● **WHAT THE EXERCISE ASKS**:
Please copy each line of the listing that includes the string "TRUE".

=== Begin Enclosure ===

#include "plot.h"

#include <string.h>

#include <cairo-svg.h>
#include <glib/gi18n.h>
#include <gio/gio.h>

#include "compat.h"

struct _UtPlot
{
  GtkWidget parent;
  GtkWidget *area, *menu;
  char *name;
  UtPlotPaint paint;
  UtPlotCsv csv;
  UtPlotHover hover;
  gpointer data;
  double text_size;
};

G_DEFINE_FINAL_TYPE (UtPlot, ut_plot, GTK_TYPE_WIDGET)

static void
draw_cb (GtkDrawingArea *area, cairo_t *cr, int width, int height, gpointer data)
{
  UtPlot *self = data;

  (void) area;
  if (self->paint != NULL)
    self->paint (cr, width, height, self->text_size, ut_compat_palette (), self->data);
}

static gboolean
tooltip_cb (GtkWidget *widget, int x, int y, gboolean keyboard, GtkTooltip *tooltip, UtPlot *self)
{
  g_autofree char *text = NULL;

  if (keyboard || self->hover == NULL)
    return FALSE;
  text = self->hover (x, y, gtk_widget_get_width (widget), gtk_widget_get_height (widget), self->text_size, self->data);
  gtk_tooltip_set_text (tooltip, text);
  return text != NULL;
}

/* ---- leaving the screen: on paper colours, at a size that does not depend on the window's ---- */

#define PICTURE_WIDTH 1200.0
#define PICTURE_TEXT 15.0
#define PNG_SCALE 2.0

static double
picture_height (UtPlot *self)
{
  int width = gtk_widget_get_width (self->area), height = gtk_widget_get_height (self->area);

  return width > 0 && height > 0 ? CLAMP (PICTURE_WIDTH * height / width, 300, 1200) : 600;
}

static cairo_status_t
write_cb (void *bytes, const unsigned char *data, unsigned int length)
{
  g_byte_array_append (bytes, data, length);
  return CAIRO_STATUS_SUCCESS;
}

static GBytes *
picture (UtPlot *self, gboolean svg)
{
  GByteArray *bytes = g_byte_array_new ();
  double height = picture_height (self);
  cairo_surface_t *surface = svg ? cairo_svg_surface_create_for_stream (write_cb, bytes, PICTURE_WIDTH, height)
                                 : cairo_image_surface_create (CAIRO_FORMAT_RGB24, (int) (PICTURE_WIDTH * PNG_SCALE), (int) (height * PNG_SCALE));
  cairo_t *cr;

  if (!svg)
    cairo_surface_set_device_scale (surface, PNG_SCALE, PNG_SCALE);
  cr = cairo_create (surface);
  cairo_set_source_rgb (cr, 1, 1, 1);
  cairo_paint (cr);
  self->paint (cr, PICTURE_WIDTH, height, PICTURE_TEXT, &ut_palette_paper, self->data);
  cairo_destroy (cr);
  if (!svg)
    cairo_surface_write_to_png_stream (surface, write_cb, bytes);
  cairo_surface_finish (surface);
  cairo_surface_destroy (surface);
  return g_byte_array_free_to_bytes (bytes);
}

gboolean
ut_plot_save (UtPlot *self, const char *path, GError **error)
{
  g_autoptr (GBytes) bytes = NULL;
  gsize length;
  const char *contents;

  if (g_str_has_suffix (path, ".csv") && self->csv != NULL)
    {
      char *text = self->csv (self->data);

      bytes = g_bytes_new_take (text, strlen (text));
    }
  else if (g_str_has_suffix (path, ".svg") || g_str_has_suffix (path, ".png"))
    bytes = picture (self, g_str_has_suffix (path, ".svg"));
  else
    {
      g_set_error_literal (error, G_IO_ERROR, G_IO_ERROR_INVALID_ARGUMENT, _ ("The ending tells the kind: .svg, .png or .csv is expected."));
      return FALSE;
    }
  contents = g_bytes_get_data (bytes, &length);
  return g_file_set_contents (path, contents, (gssize) length, error);
}

static void
save_chosen (GFile *file, gpointer data)
{
  UtPlot *self = data;
  g_autofree char *path = g_file_get_path (file);
  g_autoptr (GError) error = NULL;

  if (path != NULL && !ut_plot_save (self, path, &error))
    ut_compat_tell (GTK_WINDOW (gtk_widget_get_root (GTK_WIDGET (self))), _ ("The plot could not be saved"), error->message);
}

static void
save_cb (GtkWidget *widget, const char *action, GVariant *parameter)
{
  UtPlot *self = UT_PLOT (widget);
  g_autofree char *name = g_strconcat (self->name, g_variant_get_string (parameter, NULL), NULL);

  (void) action;
  ut_compat_choose_file (GTK_WINDOW (gtk_widget_get_root (widget)), TRUE, _ ("Save Plot"), name, g_variant_get_string (parameter, NULL), save_chosen, self);
}

static void
copy_cb (GtkWidget *widget, const char *action, GVariant *parameter)
{
  UtPlot *self = UT_PLOT (widget);
  g_autoptr (GBytes) png = picture (self, FALSE), svg = picture (self, TRUE), text = NULL;
  GdkContentProvider *providers[3], *all;
  gsize n = 0;

  (void) action;
  (void) parameter;
  providers[n++] = gdk_content_provider_new_for_bytes ("image/png", png);
  providers[n++] = gdk_content_provider_new_for_bytes ("image/svg+xml", svg);
  if (self->csv != NULL)
    {
      char *csv = self->csv (self->data);

      text = g_bytes_new_take (csv, strlen (csv));
      providers[n++] = gdk_content_provider_new_for_bytes ("text/plain;charset=utf-8", text);
    }
  all = gdk_content_provider_new_union (providers, n);
  gdk_clipboard_set_content (gtk_widget_get_clipboard (widget), all);
  g_object_unref (all);
}

static void
pressed_cb (GtkGestureClick *gesture, int n_press, double x, double y, UtPlot *self)
{
  (void) gesture;
  (void) n_press;
  gtk_popover_set_pointing_to (GTK_POPOVER (self->menu), &(GdkRectangle){ (int) x, (int) y, 1, 1 });
  gtk_popover_popup (GTK_POPOVER (self->menu));
}

static void
menu_cb (GtkWidget *widget, const char *action, GVariant *parameter)
{
  (void) action;
  (void) parameter;
  gtk_popover_popup (GTK_POPOVER (UT_PLOT (widget)->menu));
}

static void
ut_plot_dispose (GObject *object)
{
  UtPlot *self = UT_PLOT (object);

  g_clear_pointer (&self->menu, gtk_widget_unparent);
  g_clear_pointer (&self->area, gtk_widget_unparent);
  G_OBJECT_CLASS (ut_plot_parent_class)->dispose (object);
}

static void
ut_plot_finalize (GObject *object)
{
  g_free (UT_PLOT (object)->name);
  G_OBJECT_CLASS (ut_plot_parent_class)->finalize (object);
}

static void
ut_plot_class_init (UtPlotClass *class)
{
  GtkWidgetClass *widget_class = GTK_WIDGET_CLASS (class);

  G_OBJECT_CLASS (class)->dispose = ut_plot_dispose;
  G_OBJECT_CLASS (class)->finalize = ut_plot_finalize;
  gtk_widget_class_set_layout_manager_type (widget_class, GTK_TYPE_BIN_LAYOUT);
  gtk_widget_class_set_accessible_role (widget_class, GTK_ACCESSIBLE_ROLE_IMG);
  gtk_widget_class_install_action (widget_class, "plot.copy", NULL, copy_cb);
  gtk_widget_class_install_action (widget_class, "plot.save", "s", save_cb);
  gtk_widget_class_install_action (widget_class, "plot.menu", NULL, menu_cb);
  gtk_widget_class_add_binding_action (widget_class, GDK_KEY_Menu, 0, "plot.menu", NULL);
  gtk_widget_class_add_binding_action (widget_class, GDK_KEY_F10, GDK_SHIFT_MASK, "plot.menu", NULL);
  gtk_widget_class_add_binding_action (widget_class, GDK_KEY_c, GDK_CONTROL_MASK, "plot.copy", NULL);
}

static void
ut_plot_init (UtPlot *self)
{
  GtkGesture *click = gtk_gesture_click_new ();
  g_autoptr (GMenu) menu = g_menu_new (), ways = g_menu_new ();

  self->text_size = 11;
  self->area = gtk_drawing_area_new ();
  gtk_drawing_area_set_draw_func (GTK_DRAWING_AREA (self->area), draw_cb, self, NULL);
  gtk_widget_set_has_tooltip (self->area, TRUE);
  g_signal_connect (self->area, "query-tooltip", G_CALLBACK (tooltip_cb), self);
  gtk_widget_set_parent (self->area, GTK_WIDGET (self));
  gtk_widget_set_focusable (GTK_WIDGET (self), TRUE);
  gtk_widget_set_hexpand (GTK_WIDGET (self), TRUE);
  gtk_widget_set_vexpand (GTK_WIDGET (self), TRUE);
  g_menu_append (menu, _ ("_Copy"), "plot.copy");
  g_menu_append (ways, _ ("Save as _SVG…"), "plot.save::.svg");
  g_menu_append (ways, _ ("Save as _PNG…"), "plot.save::.png");
  g_menu_append (ways, _ ("Save Figures as _CSV…"), "plot.save::.csv");
  g_menu_append_section (menu, NULL, G_MENU_MODEL (ways));
  self->menu = gtk_popover_menu_new_from_model (G_MENU_MODEL (menu));
  gtk_popover_set_has_arrow (GTK_POPOVER (self->menu), FALSE);
  gtk_widget_set_halign (self->menu, GTK_ALIGN_START);
  gtk_widget_set_parent (self->menu, GTK_WIDGET (self));
  gtk_gesture_single_set_button (GTK_GESTURE_SINGLE (click), GDK_BUTTON_SECONDARY);
  g_signal_connect (click, "pressed", G_CALLBACK (pressed_cb), self);
  gtk_widget_add_controller (GTK_WIDGET (self), GTK_EVENT_CONTROLLER (click));
}

void
ut_plot_set_up (UtPlot *self, const char *name, UtPlotPaint paint, UtPlotCsv csv, UtPlotHover hover, gpointer data)
{
  g_free (self->name);
  self->name = g_strdup (name);
  self->paint = paint;
  self->csv = csv;
  self->hover = hover;
  self->data = data;
}

void
ut_plot_set_text_size (UtPlot *self, double text_size)
{
  self->text_size = text_size;
  gtk_widget_queue_draw (self->area);
}

double
ut_plot_text_size (UtPlot *self)
{
  return self->text_size;
}

void
ut_plot_changed (UtPlot *self, const char *description)
{
  gtk_widget_queue_draw (self->area);
  gtk_accessible_update_property (GTK_ACCESSIBLE (self), GTK_ACCESSIBLE_PROPERTY_LABEL, description, -1);
}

=== End Enclosure ===

● **RESPONSE**:
  ut_compat_choose_file (GTK_WINDOW (gtk_widget_get_root (widget)), TRUE, _ ("Save Plot"), name, g_variant_get_string (parameter, NULL), save_chosen, self);
  g_autoptr (GBytes) png = picture (self, FALSE), svg = picture (self, TRUE), text = NULL;
  gtk_widget_set_has_tooltip (self->area, TRUE);
  gtk_widget_set_focusable (GTK_WIDGET (self), TRUE);
  gtk_widget_set_hexpand (GTK_WIDGET (self), TRUE);
  gtk_widget_set_vexpand (GTK_WIDGET (self), TRUE);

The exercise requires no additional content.